# alpine Media Xpander



## pcallycat (Jul 22, 2014)

I've been googling for a couple data, but have been unable to find an answer to this question. What exactly does Alpine media xpander do? The documentation claim it restores lost audio quality resulting from compression. I'm not sure if that's through eq or some algorithm applied to the actual music.


----------



## ImK'ed (Aug 12, 2013)

As far it sounds well on my 9855r it just boosts bass mid alot and treble


----------



## pcallycat (Jul 22, 2014)

I've noticed, and read, that having it enabled creates significantly more preout voltage, but it's unclear whether this is due to boosts, or what. I guess what I'm really trying to determine is whether to tune with it enabled or not. It seems no matter how much I tweak setting I can't get the same quality of sound with it off as I can with it on. I suspect part of that is due to the higher dynamic range I can get from my amps with the lower gain settings it allows, but I really just know enough to shoot myself in the foot. I hope to understand its real effects so I can determine if it's good or bad when it comes to sound quality.


----------



## T3mpest (Dec 25, 2005)

I've had this discussion with a few people who had similar results. Whatever it does, it sounds better on than off an no amount of EQ work seems to make up the difference. One guy even won a national show with it enabled, if that helps at all. My last setup mx2 seemed to be the sweetspot and I had a h701, so I had plenty of processing at my disposal.


----------



## pcallycat (Jul 22, 2014)

That's pretty much what I've found. Thanks for the info on the competition win. I've been running mx1,but I'm pretty sure if I go 2 I can tame some of the wildness of my eq that occurs trying to get decent sound in my car.


----------



## santiagodraco (Feb 9, 2012)

I'm pretty sure it's doing a number of different processing tasks, with more or less effect and "types" based on the setting. As to whether or not it's boosting output voltage directly I'd be surprised if it was. I don't sense any noticeable volume increase when I activate it outside of the normal eq boosting it is doing.

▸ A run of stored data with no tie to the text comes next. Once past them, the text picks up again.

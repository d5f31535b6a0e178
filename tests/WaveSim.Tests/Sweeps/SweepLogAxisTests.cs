using WaveSim.Core.Analysis;
using WaveSim.Core.Rendering;
using WaveSim.Core.Sweeps;

namespace WaveSim.Tests.Sweeps;

/// <summary>Which sweeps chart on a logarithmic X axis. The rule is this product's choice (common practice, no source).</summary>
public class SweepLogAxisTests
{
    [Theory]
    [InlineData("load.c=1pF..1nF:30:log", SweepSpacing.Logarithmic, true)]
    [InlineData("load.c=1pF..1nF:30", SweepSpacing.Linear, false)]    // evenly spaced values chart evenly
    [InlineData("load.c=1,10,100 pF", SweepSpacing.List, true)]       // two decades of positive values
    [InlineData("load.c=1,2,5,10,20,50 pF", SweepSpacing.List, false)] // 1.7 decades: linear
    [InlineData("load.r=0,10,1000 ohm", SweepSpacing.List, false)]    // a zero cannot go on a log axis
    public void Log_ranges_and_wide_positive_lists_chart_on_a_log_axis(string text, SweepSpacing spacing, bool log)
    {
        var a = SweepAxis.Parse(text);
        Assert.Equal(spacing, a.Spacing);
        Assert.Equal(log, a.ChartsOnLogAxis);
    }

    static SweepResult Result(params SweepAxis[] axes)
    {
        // Invented figures (the chart's axis choice does not depend on them): overshoot falls with the point index.
        var points = new List<SweepPointResult>();
        int total = axes.Aggregate(1, (n, a) => n * a.Values.Count);
        for (int i = 0; i < total; i++)
        {
            int[] idx = SweepGrid.Indices(axes, i);
            points.Add(new SweepPointResult(i, axes.Select((a, k) => a.Values[idx[k]]).ToArray(), [new SignalFigures { OvershootPct = 40.0 / (1 + i) }]));
        }
        return new SweepResult(axes, ["rx"], points);
    }

    [Fact]
    public void A_log_sweep_gives_a_chart_with_a_log_x_axis_and_decade_labels()
    {
        ChartSpec chart = SweepPictures.Chart(Result(SweepAxis.Parse("load.c=1pF..1nF:30:log")), "overshoot_pct");
        Assert.Equal(AxisKind.Logarithmic, chart.XKind);
        AxisScale x = XyChart.Layout(chart, 1200, 600).Panels[0].Geometry.X;
        Assert.Equal(AxisKind.Logarithmic, x.Kind);
        Assert.Equal(["1 p", "10 p", "100 p", "1 n"], x.Ticks.Select(x.FormatTick));
    }

    [Fact]
    public void A_linear_sweep_keeps_its_linear_x_axis()
    {
        ChartSpec chart = SweepPictures.Chart(Result(SweepAxis.Parse("load.r=10..200 ohm:20")), "overshoot_pct");
        Assert.Equal(AxisKind.Linear, chart.XKind);
    }

    [Fact]
    public void In_a_grid_sweep_the_x_axis_follows_the_first_key_which_it_charts_against()
    {
        SweepAxis logC = SweepAxis.Parse("load.c=1pF..100pF:3:log"), linR = SweepAxis.Parse("load.r=25,50,100 ohm");
        Assert.Equal(AxisKind.Logarithmic, SweepPictures.Chart(Result(logC, linR), "overshoot_pct").XKind);
        // The second key only names the lines, so a log second key leaves the x axis (load.r) linear.
        ChartSpec swapped = SweepPictures.Chart(Result(linR, logC), "overshoot_pct");
        Assert.Equal(AxisKind.Linear, swapped.XKind);
        Assert.Equal(3, swapped.Panels[0].Series.Count);
    }
}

As for quality on vs off I'm pretty sure that has a lot to do with your source material and possibly source type. Running full digital from source with high quality flac recordings I can't see the mxpander doing anything helpful, most likely it will overprocess.

From an analog of questionable quality and compressed audio source (ie mp3) then it definitely makes them sound better. Spotify is a great example. Even though it's high bitrate (at max quality) it's still lacking in bottom and top end and turning MX on helps a great deal.


----------